--- LISTED ENTRIES ---
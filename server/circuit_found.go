package server

import (
	"tripwell/forms"
	"tripwell/store"
)

// foundOn tells of a circuit's outlets what they were found to be while what is ahead of them was off, by id, and adds those the
// map cannot explain to the page.
func (s *Server) foundOn(v *store.View, site store.Site, p *store.Protection, ids []string, view *circuitPage) (map[string]*foundShown, error) {
	k, today := s.ink(), s.today(site)
	all, err := v.FoundOn(p, ids, today)
	if err != nil {
		return nil, err
	}
	out := map[string]*foundShown{}
	for _, id := range ids {
		f, ok := all[id]
		if !ok {
			continue
		}
		d, _ := p.Device(id)
		one := &foundShown{Mark: mark{"none", k.say("office.protection.found."+f.What, "when", k.near(f.Day, today), "by", s.personName(v, f.By))}, Spot: s.spotIn(d.DeviceRow), Href: "/entries/" + f.Entry}
		if f.Defect != "" {
			one.Href = "/defects/" + f.Defect
		}
		switch {
		case f.Differs:
			one.Mark.Shape = map[string]string{forms.FoundLive: "fail", forms.FoundDead: "watch"}[f.What]
			one.Text = k.say("office.protection.differs."+f.What, "source", s.protectorAhead(p, id))
			view.Differs = append(view.Differs, *one)
		case f.What == forms.FoundDead:
			one.Mark.Shape = "pass"
		}
		out[id] = one
	}
	return out, nil
}

// protectorAhead names the nearest device ahead of one that switches off on a ground fault, "" for none.
func (s *Server) protectorAhead(p *store.Protection, id string) string {
	for _, by := range p.Ahead(id) {
		if d, ok := p.Device(by); ok && forms.Protects(d.Kind) {
			return s.spotIn(d.DeviceRow)
		}
	}
	return ""
}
---
▶ _WHAT TO DO_: Show the lines where the word "Mark" appears in the entries.

▶ _SOLUTION_:
		one := &foundShown{Mark: mark{"none", k.say("office.protection.found."+f.What, "when", k.near(f.Day, today), "by", s.personName(v, f.By))}, Spot: s.spotIn(d.DeviceRow), Href: "/entries/" + f.Entry}
			one.Mark.Shape = map[string]string{forms.FoundLive: "fail", forms.FoundDead: "watch"}[f.What]
			one.Mark.Shape = "pass"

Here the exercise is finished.